Still, there are three women of the “long 19th Century” that I want to mention, women who were involved in some of the most significant acts of technological creation of their day and place.

  • Catherine Green was a widow and Georgia plantation owner who certainly encouraged Eli Whitney to work on the problem of removing seeds from cotton. What’s less clear historically speaking is how much of a role she played in helping Whitney discover what may have been the key aspect of that the cotton gin, the wire teeth that pulled the cotton fibers from those pesky seeds. [1793]
  • Emily Warren Roebling was the spouse of Brooklyn Bridge head engineer Washington Roebling. When he was struck down and crippled by “caissons disease” after spending too much time in the pressurized diggings below the surface of the East River it was Emily Roebling who took over as the main contact between Washington and the bridge effort. For years while Washington apparently watched from the window of a nearby building, Emily was his eyes and ears, learning a great deal of engineering on what was the largest bridge in the world at the time. When it was completed, it was Emily Roebling who made the first official crossing of the bridge in 1883. [1869-1883]
  • Finally, Amanda Jones is the least well known of the three, though I’d argue fairly important. Though women were often chiefly responsible for preserving food in their households in the 19th Century, most of the innovations in commercial preservation came from men like Gail Borden, H. J. Heinz, and John Torrence (of Campbell’s Soup). In 1872, however, Amanda Jones was the inventor of a vacuum-based process for canning foods that made them last longer and taste better.

As I close this post, it occurs to me that it might be time to think about teaching a new course focusing on the history of women, technology, and culture in the US. Reactions, suggestions, reading lists? They’re all appreciated.

Happy Ada Lovelace Day!

Contemplating Online Academic Publishing

This post began as a comment on Laura Blankenship’s Emerging Technologies Consulting blog. Laura noted that the topic of online academic publishing and how it relates to tenure and other institutional academic concerns was going to be part of her formal role as a speaker/leader at this year’s Faculty Academy.
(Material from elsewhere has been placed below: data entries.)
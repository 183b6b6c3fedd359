//! The run folder as the page needs it: every report file read once, each part either loaded
//! or replaced by the sentence that says why it is missing.

use std::collections::{BTreeSet, HashMap};
use std::path::{Path, PathBuf};

use serde::Deserialize;
use serde::de::DeserializeOwned;

use super::table::{Table, file_name, missing, parse_num};
use crate::report::unescape_text;

/// A part of the page's input: loaded, or the sentence saying why it is not there.
pub type Loaded<T> = Result<T, String>;

/// Everything the page shows, read from one output folder of `mzsift run` (or `merge`).
#[derive(Debug, Clone)]
pub struct RunFolder {
    /// The output folder read.
    pub dir: PathBuf,
    /// `run.json`: tool, version, times, caution.
    pub run: Loaded<RunInfo>,
    /// `batch.tsv` with each file's own reports.
    pub files: Loaded<Vec<FileEntry>>,
    /// `check.tsv` of `mzsift check`, when it was written into this folder.
    pub check: Loaded<Vec<CheckRow>>,
    /// `batch_compounds.tsv`: compounds lined up across files.
    pub batch: Loaded<BatchMatrix>,
    /// `detections.tsv`: one row per batch compound and file.
    pub detections: Loaded<Vec<Detection>>,
    /// Evidence per halogenated batch compound (same order as their rows in the batch
    /// matrix); empty when the matrix is missing.
    pub halogenated: Vec<HalogenEvidence>,
}

/// What `run.json` tells the page.
#[derive(Debug, Clone, Default, Deserialize)]
#[serde(default)]
pub struct RunInfo {
    /// Tool name.
    pub tool: String,
    /// Tool version.
    pub version: String,
    /// Start of the run, UTC.
    pub started_utc: String,
    /// End of the run, UTC.
    pub finished_utc: String,
    /// The caution recorded with the run.
    pub caution: String,
    /// Inputs with their report folders.
    pub inputs: Vec<RunInput>,
}
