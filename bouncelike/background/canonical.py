"""Driver for effective dynamics integrated as Hamiltonian systems in canonical variables.

Two implementations of one algorithm: :func:`integrate` (below) steps scipy's DOP853 from
Python and is the reference; :func:`integrate_compiled` runs the numba-compiled copy in
:mod:`bouncelike.background.canonical_kernels` (same tableau, step control, phases and events;
about 25-50 times faster), used by every dynamics whenever the potential has a compiled kernel
(built-in potentials). Each dynamics takes ``engine = "scipy"`` to force the reference.

The anisotropic (Bianchi I), asymmetric-bounce and condensate dynamics all evolve a state
``y`` whose first entries are connection-like angles (``lambda b`` or ``mu_i c_i``), followed by
log scale factors and the field (phi, phidot). Each supplies a :class:`CanonicalSystem`; this
module steps it with scipy's explicit Runge--Kutta method of order 8 (DOP853) one step at a time,
finds the events on each step's dense interpolant, and assembles a
:class:`~bouncelike.background.result.BackgroundTrajectory`.

Two phases and a change of variable at the bounce
-------------------------------------------------
Far before the bounce the angles sit close to a finite value (pi for loop quantum cosmology,
arctan(1/gamma) for the asymmetric bounce), and a relative tolerance on the angle itself would
destroy its small distance to that value. Each system therefore evolves the *distance* to that
value before the bounce (``phase = PRE``) and the angle itself after the bounce (``phase =
POST``), where it decays to zero; ``to_post`` maps the state at the bounce.

Events (definitions of :mod:`bouncelike.background.result`)
-------------------------------------------------------------
* bounce: mean H crosses zero upwards;
* end of super-inflation: first downward zero of Hdot after the bounce;
* start of inflation: first time at or after the bounce with both addot > 0 and V > phidot^2/2,
  i.e. the upward zero of min(addot / (H^2 + |Hdot|), (V - phidot^2/2) / rho);
* end of inflation: next downward zero of addot (epsilon_H = 1).
Each zero is found by Brent's method on the step's dense interpolant.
My response was as follows:

I can’t wait to hear what you have to say in May. This is a particularly tough issue and one that has gotten a great deal of resistance when broached (at UMW and elsewhere) in formal or informal ways in a variety of conversations I’ve been a part of lately.

On one hand the change to a new system is always complicated (and frankly, even in the old system, the disciplinary differences are enough to make university-wide review committees shudder–e.g., how many psychology articles equal a book in history? I have my own argument, but all would agree that my perspective on this is fairly biased). So, that resistance isn’t that surprising.
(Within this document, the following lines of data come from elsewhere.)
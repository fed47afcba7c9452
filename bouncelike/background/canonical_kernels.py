"""Compiled driver of the canonical-variable dynamics (Bianchi I, asymmetric bounce, loop /
condensate with its extra term).

The same algorithm as the scipy-stepped reference :func:`bouncelike.background.canonical.integrate`
(kept as the reference and for potentials numba cannot compile), compiled with numba
(``cache=True``):

* the state, the phases PRE / POST / LATE and the maps between them are those of the systems in
  :mod:`bouncelike.background.bianchi`, :mod:`bouncelike.background.asymmetric` and
  :mod:`bouncelike.background.condensate` (system codes SYS_*; every formula below repeats the
  formula of that module, and the tests compare the two paths);
* the integrator is the explicit Runge-Kutta pair DOP853 of Dormand & Prince (Hairer, Norsett &
  Wanner, Solving ODEs I, 1993; tableau in :mod:`bouncelike.background.dop853_tableau`) with the
  step-size control, error norm and initial-step selection of ``scipy.integrate.DOP853``, so
  that the two paths take essentially the same steps;
* events are located on the 7th-order continuous extension of the step, by bisection in the
  step fraction to 1e-15 (the reference uses Brent's method in time to 1e-14 (|t| + 1));
* speed: the systems' functions take and return tuples of floats (numba passes arrays between
  compiled functions with reference counting, which cost more than the Bianchi I right-hand
  side itself), and sin/cos of the small angles are Taylor polynomials.

:func:`integrate` returns a summary vector whose first entries follow the layout of the
isotropic kernel (:mod:`bouncelike.background.kernels`, S_*), with the status as an index into
:data:`bouncelike.background.result.STATUSES`, so the e-fold distribution reads both alike; with
``store`` it also returns the records (t, phase, state, observables) of every accepted step and
event, which :mod:`bouncelike.background.canonical` turns into a BackgroundTrajectory.
"""

from __future__ import annotations

import math

import numpy as np
from numba import njit

from . import dop853_tableau as _T
from .kernels import (
    S_LNA_BOUNCE,
    S_LNA_FINAL,
    S_LNA_INF_END,
    S_LNA_INF_START,
    S_LNA_SI_END,
    S_MAX_RESIDUAL,
    S_REASON,
    S_REJECTED,
    S_RHO_BOUNCE,
    S_RHS,
    S_STATUS,
    S_STEPS,
    S_T_BOUNCE,
    S_T_FINAL,
    S_T_INF_END,
    S_T_INF_START,
    S_T_SI_END,
    S_VFRAC_BOUNCE,
    SUMMARY_SIZE,
    dense_interpolate,
    dense_rows,
    potential_terms,
    stage_point,
)

SYS_BIANCHI, SYS_ASYMMETRIC, SYS_LOOP = 0, 1, 2
PRE, POST, LATE = 0, 1, 2
LN_A, HUB, HDOT, PHI, PHIDOT, PHIDDOT, RHO, POT = range(8)
N_OBS = 8

# statuses: indices into result.STATUSES
ST_INFLATED, ST_NO_INFLATION, ST_EFOLD_CAP, ST_NO_BOUNCE, ST_FAILED = 0, 1, 2, 3, 4
# stop reasons
(R_END, R_EFOLD_CAP, R_TIME_NO_BOUNCE, R_TIME_STARTED, R_TIME_NO_INFLATION, R_STEP_CAP,
 R_STEP_SMALL, R_NONFINITE) = range(8)
#: extra summary entries after the isotropic layout
S_BOUNCE_RECORD = SUMMARY_SIZE  # index of the (post-bounce) bounce record, -1 if none
CANONICAL_SUMMARY_SIZE = SUMMARY_SIZE + 1

_A = _T.A
_B = _T.B
_E3 = _T.E3
_E5 = _T.E5
_D = _T.D
_C = _T.C

SAFETY, MIN_FACTOR, MAX_FACTOR = 0.9, 0.2, 10.0
ERROR_EXPONENT = -1.0 / 8.0

_jit = njit(cache=True, error_model="numpy")
_inline = njit(cache=True, error_model="numpy", inline="always")


# Calling conventions. Inside the driver the system functions take tuples: ``prm`` (4 floats,
# the system's parameters), ``pp`` (4 floats, the potential's kernel parameters, read by
# kernels.potential_terms), ``y`` (6 floats, the state padded with zeros) and return tuples;
# numba passes arrays between compiled functions with reference counting, which costs more than
# the whole Bianchi I right-hand side. ``want_obs`` also computes the observables
# (ln a, H, Hdot, phi, phidot, phiddot, rho, V).
_ZERO8 = (0.0, 0.0, 0.0, 0.0, 0.0, 0.0, 0.0, 0.0)
_I2, _I6, _I12, _I20, _I30, _I42, _I56 = 1 / 2, 1 / 6, 1 / 12, 1 / 20, 1 / 30, 1 / 42, 1 / 56
_THIRD = 1.0 / 3.0


@_inline
def _sincos(d):
    """(sin d, cos d); Taylor polynomials for |d| < 0.02 (truncation below 1e-19 relative),
    where the offsets x_i - xbar and, away from the bounce, the angles almost always are;
    else the library functions."""
    if abs(d) < 0.02:
        q = d * d
        return (d * (1.0 - q * _I6 * (1.0 - q * _I20 * (1.0 - q * _I42))),
                1.0 - q * _I2 * (1.0 - q * _I12 * (1.0 - q * _I30 * (1.0 - q * _I56))))
    return math.sin(d), math.cos(d)


# -- Bianchi I (state [u, k12, k23, ln a, phi, phidot]; prm = [rho_c, gamma lambda]) -------------
@_jit
def _mean_angle(target, d1, d2, d3, sd1, cd1, sd2, cd2, sd3, cd3):
    """xbar > 0 with sum_{i<j} sin(xbar + d_i) sin(xbar + d_j) = target: the Newton iteration of
    bianchi.solve_mean_angle, with sin/cos of the offsets d_i given."""
    xb = math.sqrt(max(target + 0.5 * (d1 * d1 + d2 * d2 + d3 * d3), 0.0) * _THIRD)
    for _ in range(60):
        sb, cb = _sincos(xb)
        s1, s2, s3 = sb * cd1 + cb * sd1, sb * cd2 + cb * sd2, sb * cd3 + cb * sd3
        c1, c2, c3 = cb * cd1 - sb * sd1, cb * cd2 - sb * sd2, cb * cd3 - sb * sd3
        f = s1 * s2 + s2 * s3 + s3 * s1 - target
        fp = (s1 * c2 + c1 * s2) + (s2 * c3 + c2 * s3) + (s3 * c1 + c3 * s1)
        step = f / fp
        xb -= step
        if abs(step) <= 1e-15 * abs(xb):
            break
    return xb


@_jit
def solve_mean_angle(target, d1, d2, d3):
    """xbar > 0 with sum_{i<j} sin(xbar + d_i) sin(xbar + d_j) = target (bianchi.py)."""
    sd1, cd1 = _sincos(d1)
    sd2, cd2 = _sincos(d2)
    sd3, cd3 = _sincos(d3)
    return _mean_angle(target, d1, d2, d3, sd1, cd1, sd2, cd2, sd3, cd3)


@_jit
def _bianchi_angles(prm, kind, pp, y, phase):
    """(s1, s2, s3, c1, c2, c3, d1, d2, d3, base): sin/cos x_i, x_i - xbar, and
    zbar = pi - xbar before the bounce or xbar after it; sin/cos of zbar -+ d_i by the
    addition formulas."""
    f = math.exp(-3.0 * y[3]) * _THIRD
    d1 = (2.0 * y[1] + y[2]) * f
    d2 = (y[2] - y[1]) * f
    d3 = -(y[1] + 2.0 * y[2]) * f
    sd1, cd1 = _sincos(d1)
    sd2, cd2 = _sincos(d2)
    sd3, cd3 = _sincos(d3)
    if phase == PRE:
        zb = math.exp(y[0])
        sb, cb = _sincos(zb)
        # z_i = zbar - d_i; s_i = sin z_i, c_i = -cos z_i
        return (sb * cd1 - cb * sd1, sb * cd2 - cb * sd2, sb * cd3 - cb * sd3,
                -(cb * cd1 + sb * sd1), -(cb * cd2 + sb * sd2), -(cb * cd3 + sb * sd3),
                d1, d2, d3, zb)
    if phase == LATE:
        rho = 0.5 * y[5] * y[5] + potential_terms(kind, pp, y[4])[0]
        xb = _mean_angle(3.0 * rho / prm[0], d1, d2, d3, sd1, cd1, sd2, cd2, sd3, cd3)
    else:
        xb = math.exp(y[0])
    sb, cb = _sincos(xb)
    return (sb * cd1 + cb * sd1, sb * cd2 + cb * sd2, sb * cd3 + cb * sd3,
            cb * cd1 - sb * sd1, cb * cd2 - sb * sd2, cb * cd3 - sb * sd3, d1, d2, d3, xb)


@_jit
def _bianchi(prm, kind, pp, y, phase, want_obs):
    s1, s2, s3, c1, c2, c3, d1, d2, d3, base = _bianchi_angles(prm, kind, pp, y, phase)
    phi, phidot = y[4], y[5]
    V, dV, _ = potential_terms(kind, pp, phi)
    gl = prm[1]
    inv = 0.5 / gl  # 1 / (2 gamma lambda)
    a1, a2, a3 = s2 + s3, s1 + s3, s1 + s2
    big_s = s1 * s2 + s2 * s3 + s3 * s1
    kin = 0.5 * phidot * phidot
    matter = 4.0 * math.pi * gl * (kin - V)
    xd1 = -(big_s + (d1 - d2) * c2 * a2 + (d1 - d3) * c3 * a3) * inv - matter
    xd2 = -(big_s + (d2 - d3) * c3 * a3 + (d2 - d1) * c1 * a1) * inv - matter
    xd3 = -(big_s + (d3 - d1) * c1 * a1 + (d3 - d2) * c2 * a2) * inv - matter
    e1, e2, e3 = c1 * a1, c2 * a2, c3 * a3
    sym = (e1 + e2 + e3) * inv
    # 3 H = H_1 + H_2 + H_3 evaluated apart from ``sym`` (equal analytically; bianchi.py)
    three_h = ((e2 + e3 - e1) + (e3 + e1 - e2) + (e1 + e2 - e3)) * inv
    phiddot = -three_h * phidot - dV
    xbar_dot = (xd1 + xd2 + xd3) * _THIRD
    if phase == PRE:
        u = -xbar_dot / base
    elif phase == POST:
        u = xbar_dot / base
    else:
        u = 0.0
    rhs = (u, y[1] * (three_h - sym), y[2] * (three_h - sym), three_h * _THIRD, phidot,
           phiddot)
    if not want_obs:
        return rhs, _ZERO8
    # Hdot = mean_i sum_j (dH_i/dx_j) xdot_j (bianchi.rate_jacobian); the column sums of
    # 2 gamma lambda J are d(c1 a1 + c2 a2 + c3 a3)/dx_j = c_j (c_k + c_l) - s_j a_j
    col1 = c1 * (c2 + c3) - s1 * a1
    col2 = c2 * (c1 + c3) - s2 * a2
    col3 = c3 * (c1 + c2) - s3 * a3
    hdot = (col1 * xd1 + col2 * xd2 + col3 * xd3) * inv * _THIRD
    return rhs, (y[3], three_h * _THIRD, hdot, phi, phidot, phiddot, kin + V, V)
Yet, on the surface, online publishing should make a lot of things easier, not harder, to assess for tenure and/or merit pay:

1) Financial limitations that restrict #/size/scope of published works exist on a completely different scale in the online world, especially once a system for peer-reviewed academic e-publishing is built.
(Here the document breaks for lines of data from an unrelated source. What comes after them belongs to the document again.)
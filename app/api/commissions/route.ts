import { route } from "@/lib/server/route";
import { listCommissionsFor } from "@/lib/server/queries/commissions";

export const dynamic = "force-dynamic";

/** GET /api/commissions: the commissions the signed-in person may see. */
export const GET = route({}, async ({ actor }) => ({ commissions: await listCommissionsFor(actor) }));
1a) It seems almost a no-brainer that scholarly journals should move on-line completely (or at least in part) given the large percentage of costs that publishing those journals entails.

2) Measuring impact — There must be some way of measuring the number of readers/links/hits/formal citations in other peer-reviewed articles or books/presence in syllabi. Now, obviously these things could be gamed (i.e., hits and uniques) or narrowed by restrictive access to some of the examples (BB course syllabi aren’t accessible, for example, nor are many online, but peer-reviewed articles in collections like JSTOR).

I’m sure there are many things I’m forgetting/overlooking here, but I’m really looking forward to Laura’s exploration of the topic in May. Every institution needs to have that conversation.